Task brief →
Set down exactly the lines in the records below that run from the line with "v[:, chosen] = rate" to the line with "def _legs(spk: Any, path: Path)", inclusive, and nothing more.

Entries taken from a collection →
"""A user's own SPK kernel as an ephemeris, read through the optional library jplephem."""

from collections.abc import Sequence
from pathlib import Path
from typing import Any

import numpy as np
from numpy.typing import ArrayLike

from colure.arrays import Float
from colure.ephemeris import uncertainty
from colure.ephemeris.protocol import BODIES, KM_PER_AU, Days, check_bodies, check_each, check_span
from colure.errors import ColureError, ResourceError

NAIF = {
    "sun": 10,
    "mercury": 1,
    "venus": 2,
    "emb": 3,
    "mars": 4,
    "jupiter": 5,
    "saturn": 6,
    "uranus": 7,
    "neptune": 8,
    "pluto": 9,
    "moon": 301,
    "earth": 399,
}
"""Integer codes of the bodies in SPK files; 1 and 2 are barycentres that coincide with planets without satellites."""

ICRF_FRAME = 1
"""SPK frame code of "J2000", which the kernels of the DE4xx series use for the ICRF."""


class KernelError(ColureError):
    """A kernel file that cannot be read or used."""


class Kernel:
    """An SPK kernel (segments of type 2 or 3) behind the Ephemeris protocol."""

    def __init__(self, path: str | Path) -> None:
        """Open `path`; raise KernelError with one clear line if it is no usable kernel."""
        self.path = Path(path)
        self.name = self.path.name
        self._chains: dict[str, tuple[_Leg, ...]] = {}
        self._spk = _open(self.path)
        try:
            self._survey()
        except BaseException:
            self._spk.close()
            raise

    def posvel(self, bodies: Sequence[str], tdb1: Days, tdb2: Days = 0.0, *, each: bool = False) -> tuple[Float, Float]:
        """Return positions (au) and velocities (au/day), both (bodies, *shape, 3), barycentric, ICRS axes."""
        pos, vel = self._evaluate(bodies, tdb1, tdb2, each, rates=True)
        return pos, vel

    def position(self, bodies: Sequence[str], tdb1: Days, tdb2: Days = 0.0, *, each: bool = False) -> Float:
        """Return positions (bodies, *shape, 3) in au, barycentric, ICRS axes."""
        return self._evaluate(bodies, tdb1, tdb2, each, rates=False)[0]

    def source(self, tdb: float) -> str:
        """Return the kernel's file name, whatever the date."""
        return self.name

    def uncertainty_arcsec(
        self, bodies: Sequence[str], tdb1: Days, tdb2: Days = 0.0, distance: ArrayLike | None = None
    ) -> Float:
        """Return bounds (bodies, *shape) in arcsec; a kernel has no error of fit, the other terms remain."""
        check_bodies(bodies, self.bodies, f"kernel '{self.name}'")
        return uncertainty.bound(bodies, np.asarray(tdb1) + np.asarray(tdb2), distance)

    def close(self) -> None:
        """Close the file; the kernel answers no more."""
        self._spk.close()

    def _survey(self) -> None:
        """Find out which bodies can be placed, and between which dates."""
        legs = _legs(self._spk, self.path)
        for body, code in NAIF.items():
            chain = _chain(code, legs)
            if chain is not None:
                self._chains[body] = chain
        self.bodies = tuple(body for body in BODIES if body in self._chains)
        if not self.bodies:
            targets = ", ".join(str(code) for code in sorted(legs)) or "no segment of type 2 or 3"
            raise KernelError(
                f"kernel '{self.path}': no body can be placed from the solar system's barycentre; it holds {targets}"
            )
        spans = [leg.span for chain in self._chains.values() for leg in chain]
        self.span = (max(first for first, _ in spans), min(last for _, last in spans))
        if self.span[0] >= self.span[1]:
            raise KernelError(f"kernel '{self.path}': its segments have no date in common")

    def _evaluate(
        self, bodies: Sequence[str], tdb1: Days, tdb2: Days, each: bool, *, rates: bool
    ) -> tuple[Float, Float]:
        check_bodies(bodies, self.bodies, f"kernel '{self.name}'")
        day, part = np.broadcast_arrays(np.asarray(tdb1, dtype=np.float64), np.asarray(tdb2, dtype=np.float64))
        if each:
            check_each(day.shape, bodies)
        check_span(day + part, self.span, f"kernel '{self.name}'")
        shape = day.shape[1:] if each else day.shape
        pos = np.empty((len(bodies), *shape, 3))
        vel = np.empty((len(bodies), *shape, 3) if rates else (0,))
        legs: dict[tuple[int, int], tuple[Float, Float]] = {}
        for row, body in enumerate(bodies):
            moments = (day[row].ravel(), part[row].ravel()) if each else (day.ravel(), part.ravel())
            x, v = np.zeros((3, moments[0].size)), np.zeros((3, moments[0].size))
            for leg in self._chains[body]:
                if each or leg.key not in legs:  # the Earth-Moon barycentre serves both Earth and Moon
                    legs[leg.key] = leg.evaluate(*moments, rates=rates)
                x += legs[leg.key][0]
                if rates:
                    v += legs[leg.key][1]
            # The one place where the file's (3, N) kilometres become (..., 3) astronomical units.
            pos[row] = x.T.reshape(*shape, 3) / KM_PER_AU
            if rates:
                vel[row] = v.T.reshape(*shape, 3) / KM_PER_AU
        return pos, vel


class _Leg:
    """All segments that give one target from one centre, joined in time."""

    def __init__(self, segments: list[Any]) -> None:
        self.segments = sorted(segments, key=lambda segment: float(segment.start_jd))
        self.key = (int(segments[0].center), int(segments[0].target))
        self.span = (float(self.segments[0].start_jd), max(float(s.end_jd) for s in self.segments))

    def evaluate(self, day: Float, part: Float, *, rates: bool) -> tuple[Float, Float]:
        """Return (3, N) kilometres and kilometres a day at N dates."""
        if len(self.segments) == 1:
            return _compute(self.segments[0], day, part, rates)
        x, v = np.empty((3, day.size)), np.empty((3, day.size))
        jd = day + part
        # The last segment that starts before a date is the one to use: later segments have precedence in the format.
        owner = np.searchsorted([s.start_jd for s in self.segments[1:]], jd, side="right")
        for number in np.unique(owner):
            chosen = owner == number
            x[:, chosen], rate = _compute(self.segments[number], day[chosen], part[chosen], rates)
            if rates:
                v[:, chosen] = rate
        return x, v


def _compute(segment: Any, day: Float, part: Float, rates: bool) -> tuple[Float, Float]:
    if day.size == 0:
        return np.zeros((3, 0)), np.zeros((3, 0))
    if not rates:
        return np.asarray(segment.compute(day, part))[:3], np.empty(0)
    x, v = segment.compute_and_differentiate(day, part)
    return np.asarray(x)[:3], np.asarray(v)[:3]


def _open(path: Path) -> Any:
    try:
        from jplephem.spk import SPK
    except ImportError as fault:
        raise ResourceError(
            f"kernel '{path}': reading it needs the library jplephem; install it with: pip install 'colure[kernel]'"
        ) from fault
    try:
        return SPK.open(str(path))
    except OSError as fault:
        raise KernelError(f"kernel '{path}': {fault.strerror or fault}") from fault
    except Exception as fault:  # whatever a damaged header makes the reader stumble over
        raise KernelError(f"kernel '{path}': not a readable SPK file ({_line(fault)})") from fault


def _legs(spk: Any, path: Path) -> dict[int, _Leg]:
    """Return the usable legs by target code; prove on the way that each segment's data is there and finite."""
    grouped: dict[tuple[int, int], list[Any]] = {}
    for segment in spk.segments:
        if segment.target not in NAIF.values() or segment.data_type not in (2, 3) or segment.frame != ICRF_FRAME:
            continue
        ends = np.array([segment.start_jd, segment.end_jd])
        try:
            x = np.asarray(segment.compute(ends, np.zeros(2)))
        except Exception as fault:  # a table that is cut short fails in many ways
            raise KernelError(
                f"kernel '{path}': segment of body {segment.target} is damaged ({_line(fault)})"
            ) from fault
        if not np.isfinite(x).all() or np.abs(x).max() > 1e12:
            raise KernelError(f"kernel '{path}': segment of body {segment.target} is damaged (no sensible position)")
        grouped.setdefault((int(segment.center), int(segment.target)), []).append(segment)
    return {target: _Leg(segments) for (_, target), segments in grouped.items()}


def _chain(code: int, legs: dict[int, _Leg]) -> tuple[_Leg, ...] | None:
    """Return the legs from body `code` down to the barycentre of the solar system, or None."""
    chain: list[_Leg] = []
    while code != 0:
        leg = legs.get(code)
        if leg is None or leg in chain:
            return None
        chain.append(leg)
        code = leg.key[0]
    return tuple(chain)


def _line(fault: Exception) -> str:
    return " ".join(str(fault).split()) or type(fault).__name__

Answer to this exercise →
                v[:, chosen] = rate
        return x, v


def _compute(segment: Any, day: Float, part: Float, rates: bool) -> tuple[Float, Float]:
    if day.size == 0:
        return np.zeros((3, 0)), np.zeros((3, 0))
    if not rates:
        return np.asarray(segment.compute(day, part))[:3], np.empty(0)
    x, v = segment.compute_and_differentiate(day, part)
    return np.asarray(x)[:3], np.asarray(v)[:3]


def _open(path: Path) -> Any:
    try:
        from jplephem.spk import SPK
    except ImportError as fault:
        raise ResourceError(
            f"kernel '{path}': reading it needs the library jplephem; install it with: pip install 'colure[kernel]'"
        ) from fault
    try:
        return SPK.open(str(path))
    except OSError as fault:
        raise KernelError(f"kernel '{path}': {fault.strerror or fault}") from fault
    except Exception as fault:  # whatever a damaged header makes the reader stumble over
        raise KernelError(f"kernel '{path}': not a readable SPK file ({_line(fault)})") from fault


def _legs(spk: Any, path: Path) -> dict[int, _Leg]:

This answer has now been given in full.